Could you set down exactly the lines in the records below between the line holding "Math.sin(0.3) * Math.cos(0.2)" and the line holding "describe('sameCamera(a, b)', ()", inclusive?

<<<<

import { assert, double, property, record, tuple } from 'fast-check'
import { describe, expect, it } from 'vitest'
import type { Camera } from '@/scene/frame/types'
import { blendCamera, sameCamera } from '@/scene/stage/camera-blend'
import { drag, shove, zoomAt } from '@/scene/stage/camera-moves'

const bounds = Float64Array.of(-0.3, -0.2, 0, 0.3, 0.4, 0.6)

const number = (min: number, max: number) => double({ min, max, noNaN: true })
const cameras = record({
  yaw: number(-3, 3),
  pitch: number(-1.5, 1.5),
  target: tuple(number(-1, 1), number(-1, 1), number(-1, 1)),
  distance: number(0.1, 20),
  fov: number(0.1, 0.34),
})

/** Where a point of the world stands on a sheet `height` high, from its middle, y down: by the definition of Camera. */
function seen(camera: Camera, [x, y, z]: number[], height: number) {
  const direction = [
    Math.sin(camera.yaw) * Math.cos(camera.pitch),
    Math.sin(camera.pitch),
    -Math.cos(camera.yaw) * Math.cos(camera.pitch),
  ]
  const eye = camera.target.map((t, i) => t + camera.distance * direction[i])
  const right = [-Math.cos(camera.yaw), 0, -Math.sin(camera.yaw)]
  const up = [
    direction[1] * right[2] - direction[2] * right[1],
    direction[2] * right[0] - direction[0] * right[2],
    direction[0] * right[1] - direction[1] * right[0],
  ]
  const from = [x - eye[0], y - eye[1], z - eye[2]]
  const dot = (a: number[], b: number[]) => a[0] * b[0] + a[1] * b[1] + a[2] * b[2]
  const scale = height / 2 / Math.tan(camera.fov / 2) / -dot(from, direction)
  return [dot(from, right) * scale, -dot(from, up) * scale]
}

describe('shove(camera, dx, dy, height)', () => {
  it('what is under the hand stays under it', () => {
    assert(
      property(cameras, number(-300, 300), number(-300, 300), (camera, dx, dy) => {
        const [x, y] = seen(shove(camera, dx, dy, 600), camera.target, 600)
        expect(x).toBeCloseTo(dx, 6)
        expect(y).toBeCloseTo(dy, 6)
      }),
    )
  })
})

describe('zoomAt(camera, factor, x, y, height, bounds)', () => {
  it('holds the point under the pointer', () => {
    assert(
      property(cameras, number(0.5, 2), number(-200, 200), number(-200, 200), (camera, factor, x, y) => {
        const under = shove(camera, -x, -y, 600).target
        const [px, py] = seen(zoomAt(camera, factor, x, y, 600, bounds), under, 600)
        expect(px).toBeCloseTo(x, 6)
        expect(py).toBeCloseTo(y, 6)
      }),
    )
  })
})

describe('drag(camera, dx, dy)', () => {
  it('the near side of the engine follows the hand, right and down', () => {
    const camera: Camera = { yaw: 0.3, pitch: 0.2, target: [0, 0, 0], distance: 3, fov: 0.3 }
    const near = [
      Math.sin(0.3) * Math.cos(0.2) * 0.5,
      Math.sin(0.2) * 0.5,
      -Math.cos(0.3) * Math.cos(0.2) * 0.5,
    ]
    const [x, y] = seen(drag(camera, 20, 20), near, 600)
    expect(x).toBeGreaterThan(5)
    expect(y).toBeGreaterThan(5)
  })
})

describe('sameCamera(a, b)', () => {
  it('what a document has rounded to 0.01° and 0.01 mm is the same view; a degree more is not', () => {
    const camera: Camera = {
      yaw: -0.7331,
      pitch: 0.4538,
      target: [0.0123, 0.1, 0.25],
      distance: 2.3456,
      fov: 0.28,
    }
    expect(sameCamera(camera, { ...camera, yaw: camera.yaw + 0.00008, distance: 2.34561 })).toBe(true)
    expect(sameCamera(camera, { ...camera, yaw: camera.yaw + Math.PI / 180 })).toBe(false)
  })
})

describe('blendCamera(out, from, to, t)', () => {
  it('goes the short way round', () => {
    const from: Camera = { yaw: 3, pitch: 0, target: [0, 0, 0], distance: 1, fov: 0.3 }
    const out = structuredClone(from)
    blendCamera(out, from, { ...from, yaw: -3 }, 0.5)
    expect(Math.abs(out.yaw)).toBeCloseTo(Math.PI, 6)
  })

  it('arrives', () => {
    assert(
      property(cameras, cameras, (from, to) => {
        const out = structuredClone(from)
        blendCamera(out, from, to, 1)
        expect(out.distance).toBeCloseTo(to.distance, 9)
        expect(out.target[2]).toBeCloseTo(to.target[2], 9)
        expect(Math.cos(out.yaw - to.yaw)).toBeCloseTo(1, 9)
      }),
    )
  })
})
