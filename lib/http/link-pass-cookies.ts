import { config } from '@/lib/config'
import { linkPassCookie } from './link-key'

/** The addresses of one link, page and interface: a pass is sent to these and to no other. */
export const linkPaths = (token: string) =>
  ['/s', '/api/v1/shared'].map((root) => `${root}/${encodeURIComponent(token)}`)

export const linkPassAttributes = (seconds: number) => ({
  ...{ maxAge: seconds, httpOnly: true, secure: config().secure, sameSite: 'lax' as const },
})

/** As Set-Cookie wants them. */
export const linkPassCookies = (token: string, pass: string, seconds: number): string[] =>
  linkPaths(token).map(
    (path) =>
      `${linkPassCookie}=${pass}; Path=${path}; Max-Age=${seconds}; HttpOnly; SameSite=Lax${config().secure ? '; Secure' : ''}`,
  )
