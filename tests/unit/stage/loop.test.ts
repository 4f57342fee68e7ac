import { describe, expect, it } from 'vitest'
import { createLoop, quiet } from '@/scene/stage/loop'

/** A loop with a renderer that paints at once, or when `paint` is called. */
function bench({ later = false } = {}) {
  const drawn: string[] = []
  const finished: string[] = []
  let busy = false
  const name = (still: boolean) => (still ? 'still' : 'moving')
  const loop = createLoop({
    draw(still) {
      if (busy) return false
      drawn.push(name(still))
      if (!later) loop.painted()
      return true
    },
    finish: (still) => void finished.push(name(still)),
  })
  return { loop, drawn, finished, setBusy: (next: boolean) => (busy = next) }
}

describe('createLoop(work)', () => {
  it('untouched, draws nothing and asks for no frame', () => {
    const { loop, drawn } = bench()
    expect(loop.tick(0)).toBe(false)
    expect(drawn).toEqual([])
  })

  it('a touch is drawn at the next tick, and once more when it has been quiet', () => {
    const { loop, drawn } = bench()
    loop.touch()
    expect(loop.tick(0)).toBe(true)
    expect(loop.tick(quiet - 1)).toBe(true)
    expect(drawn).toEqual(['moving'])
    expect(loop.tick(quiet)).toBe(false)
    expect(loop.tick(quiet + 16)).toBe(false)
    expect(drawn).toEqual(['moving', 'still'])
  })

  it('touches in every frame never make a still picture', () => {
    const { loop, drawn } = bench()
    for (let now = 0; now < 1000; now += 16) {
      loop.touch()
      loop.tick(now)
    }
    expect(new Set(drawn)).toEqual(new Set(['moving']))
  })

  it('a busy renderer is asked again, and the change is not lost', () => {
    const { loop, drawn, setBusy } = bench()
    setBusy(true)
    loop.touch()
    expect(loop.tick(0)).toBe(true)
    setBusy(false)
    loop.tick(16)
    expect(drawn).toEqual(['moving'])
  })

  it('nothing is filled anew while a picture is on its way, and it is finished once', () => {
    const { loop, drawn, finished } = bench({ later: true })
    loop.touch()
    loop.tick(0)
    loop.touch()
    expect(loop.tick(16)).toBe(true)
    expect(drawn).toHaveLength(1)
    loop.painted()
    loop.painted()
    expect(finished).toEqual(['moving'])
    loop.tick(32)
    expect(drawn).toHaveLength(2)
  })

  it('a picture that never comes does not stop the drawing for ever', () => {
    const { loop, drawn } = bench({ later: true })
    loop.touch()
    loop.tick(0)
    loop.touch()
    loop.tick(5000)
    expect(drawn).toHaveLength(2)
  })
})
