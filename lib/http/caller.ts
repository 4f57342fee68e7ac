import type { Person } from '@/lib/auth/access'
import { personOfApiToken } from '@/lib/auth/api-tokens'
import { personOfToken } from '@/lib/auth/person'
import { sessionTokenFrom } from '@/lib/auth/sessions'

/** What stands behind `Authorization: Bearer` (RFC 6750). Beside it no cookie counts. */
export const apiTokenOf = (request: Request) =>
  /^bearer\s+(\S+)$/i.exec(request.headers.get('authorization')?.trim() ?? '')?.[1] ?? null

export const sessionTokenOf = (request: Request) =>
  apiTokenOf(request) === null ? sessionTokenFrom(request.headers.get('cookie') ?? '') : null

/** Who asks: by an API token or else by a session; null for a stranger. */
export async function personOf(request: Request): Promise<Person | null> {
  const apiToken = apiTokenOf(request)
  return apiToken === null ? personOfToken(sessionTokenOf(request)) : personOfApiToken(apiToken)
}

export const userAgentOf = (request: Request) => request.headers.get('user-agent') ?? ''
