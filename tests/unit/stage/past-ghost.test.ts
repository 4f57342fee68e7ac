import { describe, expect, it } from 'vitest'
import { fillViewProjection, namedCamera, project } from '@/scene/frame/camera'
import { buildPose, fillPose } from '@/scene/frame/pose'
import type { Frame, Rig } from '@/scene/frame/types'
import { presetById } from '@/scene/model/presets'
import { buildGhost, paintGhost } from '@/scene/stage/past-ghost'
import type { Pen } from '@/scene/stage/paint-arrow'
import type { Palette } from '@/scene/stage/palette'
import { built, presetRig } from '../frame/rigs'

const [width, height] = [800, 600]
const palette = { line: '#747a7c' } as Palette

const i4 = presetById('i4-2000')!.train
const newer = presetRig('i4-2000').rig
const older = built('shorter', {
  ...i4,
  cylinderDefaults: { ...i4.cylinderDefaults, strokeMm: i4.cylinderDefaults.strokeMm! - 6 },
}).rig

function frameOf(rig: Rig): Frame {
  const frame = {
    pose: buildPose(rig),
    viewProjection: new Float64Array(16),
    eye: new Float64Array(3),
    tint: new Float32Array(4),
    still: true,
  }
  fillViewProjection(
    frame.viewProjection,
    frame.eye,
    namedCamera('free', rig, width / height),
    width / height,
  )
  return frame
}

/** A pen that keeps what it was told. */
function recorder() {
  const points: [number, number][] = []
  const lines: number[] = []
  const dashes: number[][] = []
  const pen = {
    setLineDash: (dash: number[]) => dashes.push([...dash]),
    beginPath() {},
    moveTo(x: number, y: number) {
      lines.push(1)
      points.push([x, y])
    },
    lineTo(x: number, y: number) {
      lines[lines.length - 1]++
      points.push([x, y])
    },
    stroke() {},
  } as unknown as Pen
  return { pen, points, lines, dashes }
}

/** Where every vertex of a rig's parts is seen at an angle, found without the painter. */
function seenVertices(
  rig: Rig,
  ids: (id: string) => boolean,
  angle: number,
  frame: Frame,
): [number, number][] {
  const pose = fillPose(buildPose(rig), rig, angle)
  const out = new Float64Array(3)
  return rig.parts.flatMap(({ id, mesh }, i) => {
    if (!ids(id)) return []
    const { positions } = rig.meshes[mesh]
    const [cos, sin, dx, dy] = pose.slice(4 * i, 4 * i + 4)
    return Array.from({ length: positions.length / 3 }, (_, v): [number, number] => {
      const [x, y, z] = positions.slice(3 * v, 3 * v + 3)
      project(out, frame.viewProjection, cos * x - sin * y + dx, sin * x + cos * y + dy, z, width, height)
      return [out[0], out[1]]
    })
  })
}

const keyOf = ([x, y]: [number, number]) => `${x.toFixed(6)} ${y.toFixed(6)}`

describe('paintGhost(pen, ghost, angle, …)', () => {
  const ghost = buildGhost(older, newer)
  const frame = frameOf(newer)

  it.each([0, 0.7, 2.1, 4.4])('draws the older version where it stands at exactly %d rad', (angle) => {
    const { pen, points, dashes } = recorder()
    paintGhost(pen, ghost, angle, frame, palette, [], width, height)
    expect(points.length).toBeGreaterThan(200)
    const where = new Set(seenVertices(older, () => true, angle, frame).map(keyOf))
    expect(points.filter((point) => !where.has(keyOf(point)))).toEqual([])
    // a piston of the newer version stands elsewhere, so what is drawn is not that
    const now = new Set(seenVertices(newer, (id) => id === 'piston:1', angle, frame).map(keyOf))
    expect(points.some((point) => now.has(keyOf(point)))).toBe(false)
    // thin dash-dot, and the pen is given back whole
    expect(dashes[0]).toHaveLength(4)
    expect(dashes.at(-1)).toEqual([])
  })

  it('draws only parts that differ, none of a group that is hidden, and nothing over itself', () => {
    expect(ghost.parts.map(({ index }) => older.parts[index].id)).not.toContain('main-journal:1')
    const all = recorder()
    paintGhost(all.pen, ghost, 1, frame, palette, [], width, height)
    const fewer = recorder()
    paintGhost(fewer.pen, ghost, 1, frame, palette, ['pistons', 'rods'], width, height)
    expect(fewer.points.length).toBeLessThan(all.points.length)
    const pistons = new Set(seenVertices(older, (id) => id === 'piston:1', 1, frame).map(keyOf))
    expect(fewer.points.some((point) => pistons.has(keyOf(point)))).toBe(false)
    expect(buildGhost(newer, newer).parts).toEqual([])
  })

  it('follows an outline round its corners, so that its dashes run on', () => {
    const { pen, lines } = recorder()
    paintGhost(pen, ghost, 0.7, frame, palette, [], width, height)
    const mean = lines.reduce((sum, count) => sum + count, 0) / lines.length
    expect(mean).toBeGreaterThan(6)
  })
})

>>>>

→ **Answer section**
      Math.sin(0.3) * Math.cos(0.2) * 0.5,
      Math.sin(0.2) * 0.5,
      -Math.cos(0.3) * Math.cos(0.2) * 0.5,
    ]
    const [x, y] = seen(drag(camera, 20, 20), near, 600)
    expect(x).toBeGreaterThan(5)
    expect(y).toBeGreaterThan(5)
  })
})

describe('sameCamera(a, b)', () => {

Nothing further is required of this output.